[Saved data entries]
'''
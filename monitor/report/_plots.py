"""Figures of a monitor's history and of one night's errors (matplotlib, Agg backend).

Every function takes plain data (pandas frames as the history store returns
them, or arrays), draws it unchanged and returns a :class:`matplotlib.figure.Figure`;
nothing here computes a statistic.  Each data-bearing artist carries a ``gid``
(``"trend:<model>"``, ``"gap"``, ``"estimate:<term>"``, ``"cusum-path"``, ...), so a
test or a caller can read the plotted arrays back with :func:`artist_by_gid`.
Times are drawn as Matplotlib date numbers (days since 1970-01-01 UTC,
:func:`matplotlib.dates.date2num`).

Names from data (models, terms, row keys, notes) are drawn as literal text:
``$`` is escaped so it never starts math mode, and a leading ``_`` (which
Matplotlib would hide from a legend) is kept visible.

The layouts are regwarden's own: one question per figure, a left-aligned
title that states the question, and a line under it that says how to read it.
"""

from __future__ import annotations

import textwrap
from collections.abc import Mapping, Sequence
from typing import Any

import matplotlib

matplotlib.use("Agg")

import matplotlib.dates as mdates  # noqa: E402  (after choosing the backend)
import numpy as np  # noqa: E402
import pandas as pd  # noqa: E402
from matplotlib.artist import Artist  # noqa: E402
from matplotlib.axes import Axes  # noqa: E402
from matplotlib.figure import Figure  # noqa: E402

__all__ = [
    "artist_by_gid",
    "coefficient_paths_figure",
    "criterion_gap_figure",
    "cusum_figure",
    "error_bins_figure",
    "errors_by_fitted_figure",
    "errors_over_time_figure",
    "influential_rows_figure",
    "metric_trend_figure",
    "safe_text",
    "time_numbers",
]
'''
__PROBLEM TO WORK ON__.
Copy out exactly the lines from the one containing "from matplotlib.figure import" through the last line above, keeping both end lines.

__WRITTEN ANSWER__.
from matplotlib.figure import Figure  # noqa: E402

__all__ = [
    "artist_by_gid",
    "coefficient_paths_figure",
    "criterion_gap_figure",
    "cusum_figure",
    "error_bins_figure",
    "errors_by_fitted_figure",
    "errors_over_time_figure",
    "influential_rows_figure",
    "metric_trend_figure",
    "safe_text",
    "time_numbers",
]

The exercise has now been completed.